Крез кинулся бежать, но Тьерре остановил его.
— Под каким предлогом ты явился сегодня утром? — спросил он.
— Под каким — что? — переспросил Крез, которого слово «предлог», по-видимому, заинтересовало.
Тьерре объяснил свою мысль, и грум ответил:
— Да я прикинулся, сударь, будто забыл тут в прошлый раз недоуздок моей лошади.
— А в прошлый раз ты прикинулся, что что-то забыл здесь днем? Ну, ладно, пошел к черту, разрешаю тебе шпионить за мной. Но смотри у меня!
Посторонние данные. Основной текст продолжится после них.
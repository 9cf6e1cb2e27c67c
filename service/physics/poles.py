"""Magnetic rods in a coil: the inductance and the losses that they add.

By reciprocity the added inductance is the integral, over the rods, of their magnetisation times
the field of one ampere in the coil. The magnetisation is solved for: along each rod by its own
demagnetising modes, between rods through the mean potential of their surface charges, and in
conducting rods with the eddy currents of their axisymmetric field.
"""

import itertools
import math
from collections.abc import Sequence
from dataclasses import dataclass
from functools import lru_cache
from typing import Final

import numpy as np
import numpy.typing as npt

from service.physics.arguments import finite, non_negative, positive
from service.physics.constants import MAGNETIC_CONSTANT
from service.physics.effective_permeability import crosswise_susceptibility
from service.physics.inductance import coil_inductance
from service.physics.rod_coupling import charge_rings, mean_potential, ring_counts
from service.physics.rod_field import Drive, RodPlace, coil_drive, distance_from_opening
from service.physics.rods import Complexes, rod_modes
from service.physics.section import WindingSection

Floats = npt.NDArray[np.float64]

# Contact is no overlap: lengths that were converted between units differ in the last digits.
_CONTACT: Final = 1e-9


@dataclass(frozen=True, slots=True)
class Pole:
    """A magnetic rod parallel to the coil's axis.

    Attributes:
        x, y: place of its axis, from the coil's axis, m.
        diameter, length: m.
        offset: height of its middle over the coil's mid-plane, m.
        susceptibility: relative permeability - 1: the recoil permeability of a magnet, the
            initial permeability of steel. 0 or more.
        conductivity: S/m; 0 for a rod without eddy currents.
    """

    x: float
    y: float
    diameter: float
    length: float
    offset: float
    susceptibility: float
    conductivity: float = 0.0

    def __post_init__(self) -> None:
        checked = {
            "x": finite("x", self.x),
            "y": finite("y", self.y),
            "diameter": positive("diameter", self.diameter),
            "length": positive("length", self.length),
            "offset": finite("offset", self.offset),
            "susceptibility": non_negative("susceptibility", self.susceptibility),
            "conductivity": non_negative("conductivity", self.conductivity),
        }
        for name, value in checked.items():
            object.__setattr__(self, name, value)

    @property
    def place(self) -> RodPlace:
        """Where the rod stands and how large it is, without its material."""
        return RodPlace(self.x, self.y, 0.5 * self.diameter, self.length, self.offset)


class PoleResponse:
    """The answer of rods in given places, for any material and frequency.

    Made once for a geometry (see `pole_response`); asking it again for other susceptibilities,
    conductivities or frequencies costs a small linear system each.
    """

    def __init__(self, section: WindingSection, places: tuple[RodPlace, ...]) -> None:
        self.places = places
        self._drives: list[Drive] = [
            coil_drive(section, RodPlace(abs(p.x), abs(p.y), p.radius, p.length, p.offset))
            for p in places
        ]
        self._couple()

    def _couple(self) -> None:
        """Gather each rod's charge on rings, and the potentials between the rods' rings."""
        places = self.places
        counts = [ring_counts(places, i) for i in range(len(places))] if len(places) > 1 else []
        self._rings = [
            charge_rings(drive.shape, *count)
            for drive, count in zip(self._drives, counts, strict=False)
        ]
        starts = np.concatenate(([0], np.cumsum([len(r.radius) for r in self._rings], dtype=int)))
        self._spans = [slice(a, b) for a, b in itertools.pairwise(starts)]
        self._potential: Floats = np.zeros((int(starts[-1]), int(starts[-1])))
        blocks: dict[tuple[object, ...], Floats] = {}
        for i, j in itertools.combinations(range(len(self._rings)), 2):
            a, b = places[i], places[j]
            apart = float(f"{math.hypot(a.x - b.x, a.y - b.y):.10g}")
            rise = b.offset - a.offset
            rings_a, rings_b = self._rings[i], self._rings[j]
            key = (apart, rise, id(rings_a), id(rings_b), a.radius, b.radius)
            if key not in blocks:
                blocks[key] = mean_potential(
                    apart,
                    rise,
                    (rings_a.radius * a.radius, rings_a.height * a.radius),
                    (rings_b.radius * b.radius, rings_b.height * b.radius),
                )
            block = blocks[key]
            self._potential[self._spans[i], self._spans[j]] = block
            self._potential[self._spans[j], self._spans[i]] = block.T

    def added_inductance(
        self,
        susceptibilities: Sequence[float],
        conductivities: Sequence[float] | None = None,
        frequency: float = 0.0,
    ) -> complex:
        """Return what the rods add to the inductance of one turn, in H: L' - jL''.

        Args:
            susceptibilities: of each rod.
            conductivities: of each rod, S/m; none means no eddy currents.
            frequency: Hz.

        Raises:
            ValueError: a count or a value is impossible.
        """
        count = len(self.places)
        if conductivities is None:
            conductivities = [0.0] * count
        for name, values in (
            ("susceptibilities", susceptibilities),
            ("conductivities", conductivities),
        ):
            if len(values) != count:
                raise ValueError(f"{name} must hold {count} values, got {len(values)}")
        angular = 2.0 * math.pi * non_negative("frequency", frequency)
        materials = [
            (
                non_negative("susceptibility", chi),
                angular * MAGNETIC_CONSTANT * non_negative("conductivity", sigma) * p.radius**2,
            )
            for chi, sigma, p in zip(susceptibilities, conductivities, self.places, strict=True)
        ]
        added = MAGNETIC_CONSTANT * (self._axisymmetric(materials) + self._crosswise(materials))
        # Where the losses vanish, rounding must not turn them into a gain.
        return complex(added.real, min(added.imag, 0.0))

    def _axisymmetric(self, materials: list[tuple[float, float]]) -> complex:
        """Integral of the rods' mean magnetisation times the coil's field, in m."""
        answers = _Answers()
        alone = 0.0 + 0.0j
        responses = []
        for drive, place, material in zip(self._drives, self.places, materials, strict=True):
            response = answers.of(drive, material)
            amplitude = response @ drive.modes if response.ndim == 2 else response * drive.modes
            alone += place.radius**3 * complex(drive.modes @ amplitude)
            responses.append((response, amplitude))
        if not self._rings:
            return alone
        size = len(self._potential)
        conducting = any(np.iscomplexobj(response) for response, _ in responses)
        kind = np.complex128 if conducting else np.float64
        receives = np.zeros((size, size), dtype=kind)
        free = np.zeros(size, dtype=kind)
        for rings, span, place, (response, amplitude) in zip(
            self._rings, self._spans, self.places, responses, strict=True
        ):
            gathered = answers.gathered(rings.per_mode, response)
            free[span] = place.radius**2 * (rings.per_mode @ amplitude)
            receives[span] = place.radius * (gathered @ self._potential[span])
        # charge = free charge - receives charge; the potential of the coupled charge, weighted
        # with the charge that the coil alone would cause, is what coupling takes away.
        charge = np.linalg.solve(np.eye(size) + receives, free)
        return alone - complex(free @ (self._potential @ charge))

    def _crosswise(self, materials: list[tuple[float, float]]) -> complex:
        total = 0.0 + 0.0j
        for drive, (susceptibility, diffusion) in zip(self._drives, materials, strict=True):
            for m, square in enumerate(drive.crosswise, start=1):
                total += square * crosswise_susceptibility(susceptibility, diffusion, m)
        return total


class _Answers:
    """Rods of one shape and material share their answer within one question."""

    def __init__(self) -> None:
        self._known: dict[tuple[object, ...], Floats | Complexes] = {}
        self._gathered: dict[tuple[int, int], Floats | Complexes] = {}

    def of(self, drive: Drive, material: tuple[float, float]) -> Floats | Complexes:
        """Return the diagonal (without eddy currents) or the matrix from drives to amplitudes."""
        key = (drive.shape, material)
        if key not in self._known:
            modes = rod_modes(drive.shape)
            susceptibility, diffusion = material
            self._known[key] = (
                modes.static_answer(susceptibility)
                if diffusion == 0.0
                else modes.conducting_answer(susceptibility, diffusion)
            )
        return self._known[key]

    def gathered(self, per_mode: Floats, response: Floats | Complexes) -> Floats | Complexes:
        """Return ring charges (rows) for unit potentials on the rings (columns)."""
        key = (id(per_mode), id(response))
        if key not in self._gathered:
            answered = (
                per_mode * response if response.ndim == 1 else per_mode @ response
            ) @ per_mode.T
            self._gathered[key] = answered
        return self._gathered[key]


@lru_cache(maxsize=32)
def _response(section: WindingSection, places: tuple[RodPlace, ...]) -> PoleResponse:
    for index, place in enumerate(places):
        _check_opening(section, index, place)
    for (i, a), (j, b) in itertools.combinations(enumerate(places), 2):
        apart = math.hypot(a.x - b.x, a.y - b.y)
        over = abs(a.offset - b.offset)
        reach = a.radius + b.radius
        span = 0.5 * (a.length + b.length)
        if apart < reach * (1.0 - _CONTACT) and over < span * (1.0 - _CONTACT):
            raise ValueError(
                f"poles must not overlap: poles {i} and {j} have axes {apart!r} m apart and need "
                f"{reach!r} m"
            )
    return PoleResponse(section, places)


def _check_opening(section: WindingSection, index: int, place: RodPlace) -> None:
    beside = abs(place.offset) - 0.5 * place.length < 0.5 * section.height * (1.0 - _CONTACT)
    room = distance_from_opening(section, place.x, place.y)
    if beside and place.radius > room + _CONTACT * section.outer_radius:
        raise ValueError(
            f"poles must stand inside the former's opening: pole {index} at "
            f"({place.x!r}, {place.y!r}) m has a radius of {place.radius!r} m and room for "
            f"{max(room, 0.0)!r} m"
        )


def pole_response(section: WindingSection, poles: Sequence[Pole]) -> PoleResponse:
    """Return the answer of poles in their places, for any material and frequency.

    The material of `poles` is not looked at. The last few answers are kept.

    Raises:
        ValueError: two poles overlap, or a pole cuts the winding.
    """
    return _response(section, tuple(pole.place for pole in poles))


def inductance_with_poles(
    section: WindingSection, turns: float, poles: Sequence[Pole], frequency: float = 0.0
) -> complex:
    """Return the series inductance of a coil with magnetic rods in it.

    Args:
        section: the winding.
        turns: number of turns.
        poles: the rods; none gives the air coil.
        frequency: Hz; 0 for the static value.

    Returns:
        L' - jL'' in H, the air coil's part included. The rods add 2 pi f L'' to the coil's series
        resistance. The imaginary part is 0 at frequency 0 and for rods that do not conduct.

    Raises:
        ValueError: an argument is impossible, two poles overlap, or a pole cuts the winding.

    The added part of one coaxial rod in a round coil agrees with a full axisymmetric solution
    to 2e-4 (static) and 3e-3 (eddy currents, skin depth down to a hundredth of the radius). For
    rods off the axis the crosswise magnetisation is local and neighbours see each other's mean
    field only: a few parts in a thousand of the added part while rods stand more than two
    diameters apart, up to several per cent when steel rods touch. Capacitance of the winding is
    not in it. Reciprocity and surface charge: e.g. Landau and Lifshitz, Electrodynamics of
    Continuous Media, ch. IV and VII.
    """
    air = coil_inductance(section, turns)
    non_negative("frequency", frequency)
    if not poles:
        return complex(air)
    response = pole_response(section, poles)
    added = response.added_inductance(
        [pole.susceptibility for pole in poles],
        [pole.conductivity for pole in poles],
        frequency,
    )
    return complex(air + turns * turns * added)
Когда мне это надоест — гляди хорошенько! — я сделаю вот так.
И Тьерре скорчил ужасающую гримасу.
— То есть вы тогда… — сказал грум.
И начал тузить воображаемого противника.
— Вот именно, о юноша, подающий надежды! А поколотить я могу как следует, имейте эго в виду.
— Да уж не забудем, — ответил Крез, исчезая.
Тьерре снова уселся за письменный стол и написал записку.